1. Field of the Invention
Embodiments of the invention generally relate to methods and apparatus for supporting and transferring substrates and reducing pumping volume during batch processing. Embodiments of the invention also relate to methods and apparatus for uniform gas delivery and uniform heat transfer in a batch processing chamber.
2. Description of the Related Art
The effectiveness of a substrate fabrication process is often measured by two related and important factors, which are device yield and the cost of ownership (COO). These factors are important since they directly affect the cost to produce an electronic device and thus a device manufacturer's competitiveness in the market place. The COO, while affected by a number of factors, is greatly affected by the number of substrates produced per hour. Batch processing effectively improving effectively improves COO by substantially increasing the number of substrates processed without substantially increasing expenses.
The term batch processing generally indicates a process step that can process two or more substrates at one time. The advantages of batch processing are generally twofold. On the one hand, batch processing can increase system throughput by performing a process recipe step that is disproportionately long compared to other process recipe steps in a substrate processing sequence. On the other hand, in some processing steps, such as ALD and CVD, where expensive precursor materials are used, batch processing can greatly reduce usage of precursor gases compared to single substrate processing. A batch processing chamber having a large ratio of substrate surface area to chamber volume is desirable to reduce the usage of precursor gases.
Substrates are generally supported and transferred by a substrate boat during batch processing. FIG. 1 is a sectional view of a batch processing chamber 100 having a typical prior art substrate boat 101. A plurality of substrates 140 are generally placed in the substrate boat 101 on susceptors 104 which are supported by a plurality of bars 106. Each substrate 140 may rest directly on a perspective susceptor 104, or may be suspended between two susceptors 104 on three on more pins (not shown) attached to the surface of the perspective susceptor 104. The plurality of bars 106 are generally attached to a bottom plate 105 and a top plate 102. The bottom plate 105 may be generally connected to a shaft 118 which configured to convey vertical and rotary movements to the substrate boat 101. The shaft 118 is coupled to a rotary seal 107 which is positioned in a bore 109 of a seal plate 108. The seal plate 108 is configured to move vertically. When the seal plate 108 is in an upper position, as shown in FIG. 1, the substrate boat 101 is inserted into a vacuum chamber 112 formed by chamber walls 110 and the seal plate 108. When the seal plate is in a lower, the substrate boat 101 is removed from the vacuum chamber 112, not shown. The batch processing chamber 100 in FIG. 1 is shown in its processing position in which the vacuum chamber 112 is insulated. One or more inlets 122 in fluid communication with the vacuum chamber 112 are generally provided for supplying processing or carrier gas into the vacuum chamber 112. In one aspect, an injector 120 having a plurality of holes 124 may be positioned in one side of the substrate boat 101 and connected to the inlets 122. The plurality holes 124 may form a vertical shower head to evenly deliver gas up and down the vacuum chamber 112. An exhaust assembly 130 in fluid communication with an outlet 132 may be generally positioned on an opposite side from the injector 120. In one aspect, a plurality of slots corresponding to the holes 124 of the injector 120 may be formed in the exhaust assembly 130 to further facilitate horizontal flow near the surface of each substrate 140.

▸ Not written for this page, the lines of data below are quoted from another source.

//! Simulated markets whose true means and covariances are known: every
//! method's weights scored by their true Sharpe ratio as a share of the
//! market's maximum, so that no sampling noise of an evaluation enters
//! (SPEC §11). The evidence behind the default.
//!
//! ```sh
//! cargo run --release --example simulation_study                       # every family
//! cargo run --release --example simulation_study -- --families broad --markets 100
//! cargo run --release --example simulation_study -- --risk-calibration held-out,off
//! ```
//!
//! Markets are drawn from distributions of structures, not fixed designs
//! (`markets.rs`): N log-uniform on 25–300, the maximum Sharpe ratio uniform
//! on 0.5–1.5 a year, each market simulated once at every T of `--periods`.
//! Four sets of markets:
//! - `broad` and `probe`, the tuning families: the default is chosen on
//!   them, by the rule in [`choose`], and on nothing else (`probe` was
//!   written as a held-out family and consulted once, so it counts as tuning);
//! - `fresh`: the `broad` distribution with another seed (markets drawn afresh);
//! - `holdout`: the held-out family, other spectra (Toeplitz, hierarchical),
//!   other premia (many small own alphas, mid-spectrum, a sparse discount
//!   factor) and other tails (Student-t GARCH, compensated crashes), which no
//!   choice here looks at.
//!
//! Efficiency is (μ'w/√(w'Σw))/√(μ'Σ⁻¹μ); "vol / target" is the true
//! annualised volatility √(12·w'Σw) over the target; "gross" is Σ|wᵢ|.
//! Comparisons are paired (the same panel for every method) with the
//! standard error of the mean difference across markets.

mod markets;

use std::fmt::Write as _;
use std::sync::atomic::{AtomicUsize, Ordering};

use keelson::demo::SplitMix as Rng;
use keelson::estimator::{self, CvCriterion, Method, ReturnPanel, RiskCalibration, Scaling, Settings, WeightSet};
use markets::{Family, Market, OpenSpectrum};
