TEST_CASE("hostile headers never crash: truncation, bit flips, deep nesting") {
  TempDir tmp;
  const std::string good = slurp(kDir + "small.safetensors");
  const std::string path = tmp.file("x.safetensors");
  int loaded = 0, rejected = 0;
  for (std::size_t len = 0; len < good.size(); ++len) {   // every truncation is an error
    spit(path, good.substr(0, len));
    if (read_error(path).empty()) ++loaded; else ++rejected;
  }
  CHECK(loaded == 0);
  CHECK(rejected == int(good.size()));

  // Flip bits across the length field and the header: each file either loads or throws
  // tessera::Error; any other exception escapes and fails the test.
  std::uint64_t n = 0;
  for (int i = 0; i < 8; ++i) n |= std::uint64_t(std::uint8_t(good[i])) << (8 * i);
  std::mt19937 rng(1234);
  int flipped_ok = 0, flipped_bad = 0;
  for (std::size_t pos = 0; pos < 8 + n; ++pos) {
    std::string b = good;
    b[pos] = char(std::uint8_t(b[pos]) ^ std::uint8_t(1u << (rng() % 8)));
    spit(path, b);
    if (read_error(path).empty()) ++flipped_ok; else ++flipped_bad;
  }
  MESSAGE("bit flips: " << flipped_ok << " still valid, " << flipped_bad << " rejected");
  CHECK(flipped_bad > flipped_ok);

  // 1 MB of nested brackets where a dimension should be: rejected at the second '['.
  std::string deep = R"({"a": {"dtype": "F32", "shape": )" + std::string(1 << 20, '[');
  deep.append((8 - deep.size() % 8) % 8, ' ');
  spit(path, u64le(deep.size()) + deep);
  CHECK(read_error(path).find("tensor 'a': shape: expected non-negative integers, got an array") != std::string::npos);
  // A length field claiming more than the 100 MB limit in a file that is that long is
  // refused before the header is read (sparse file: no disk space used).
  {
    std::string hdr = u64le(SafetensorsReader::kMaxHeaderBytes + 8);
    spit(path, hdr);
    fs::resize_file(path, SafetensorsReader::kMaxHeaderBytes + 64);
    CHECK(read_error(path).find("exceeds the limit of 100000000 bytes") != std::string::npos);
  }
  // Dimensions whose product overflows 64 bits.
  std::string big = R"({"a": {"dtype": "F32", "shape": [4294967296, 4294967296, 16], "data_offsets": [0, 0]}})";
  spit(path, u64le(big.size()) + big);
  CHECK(read_error(path).find("needs more than 2^64 bytes") != std::string::npos);
}

TEST_CASE("a 25 MB model loads well under a second") {
  TempDir tmp;
  const std::string path = tmp.file("big.safetensors");
  std::vector<float> w(25'000'000 / 4);
  for (std::size_t i = 0; i < w.size(); ++i) w[i] = float(i & 1023);
  SafetensorsWriter wr;
  const std::size_t per = w.size() / 50;   // 50 tensors, as a layered model has
  for (std::size_t k = 0; k < 50; ++k)
    wr.add("layer." + std::to_string(k) + ".w", {std::int64_t(per)}, w.data() + k * per);
  auto t0 = std::chrono::steady_clock::now();
  wr.write(path);
  auto t1 = std::chrono::steady_clock::now();
  SafetensorsReader r(path);
  std::vector<float> back(w.size());
  for (std::size_t k = 0; k < 50; ++k)
    r.read_into<float>("layer." + std::to_string(k) + ".w", {std::int64_t(per)}, back.data() + k * per);
  auto t2 = std::chrono::steady_clock::now();
  const std::string id = r.content_id();
  auto t3 = std::chrono::steady_clock::now();
  const double write_s = std::chrono::duration<double>(t1 - t0).count();
  const double read_s = std::chrono::duration<double>(t2 - t1).count();
  const double id_s = std::chrono::duration<double>(t3 - t2).count();
  MESSAGE("25 MB: write " << write_s << " s (with fsync), read " << read_s << " s, content id " << id_s << " s");
  CHECK(std::equal(back.begin(), back.begin() + std::ptrdiff_t(50 * per), w.begin()));
  CHECK(id == wr.content_id());
  CHECK(read_s < 0.5);
}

FIG. 2 is a perspective view of a typical prior art substrate boat 200. The substrate boat 200 may have a top plate 202, a bottom plate 205, and a plurality of support members 206 vertically extended between the top plate 202 and the bottom plate 205. In some cases, each of the plurality of support members 206 has plurality of recesses 203 configured to hold substrates therein. In other cases, each of the plurality of support members 206 generally has a plurality of support fingers 204 extended therefrom configured to support substrates 240. The support fingers 204 are generally positioned evenly on each of the plurality of the supporting member 206. The support fingers 204 with the same heights are configured to support the same substrate 204. It is also common for a substrate boat to have ring shaped susceptors which may or may not be in direct contact with substrates.
Examples of hardware and methods used to perform batch processing is further described in U.S. patent application No. 6,352,593, entitled “Mini-batch Process Chamber” filed Aug. 11, 1997, and U.S. patent application Ser. No. 60/642,877, entitled “Flexible Substrate Sequencing System Using a Bath Processing Chamber” filed Jan. 10, 2005, which are hereby incorporated by reference in their entireties.
Due to the shrinking size of semiconductor devices and the ever increasing device performance requirements, the device fabrication process now requires greater uniformity and repeatability. Uniform gas delivery and heat transfer in a batch processing chamber is more difficult to achieve than in a single substrate system. Adding susceptors to a substrate boat used in a batch processing chamber is known to promote uniform gas delivery and heat transferring. However, including susceptors usually increases the pumping volume of the chamber.
Therefore, there is a need for a system, a method and an apparatus for batch processing that meet the required device performance goals and increase the system throughput.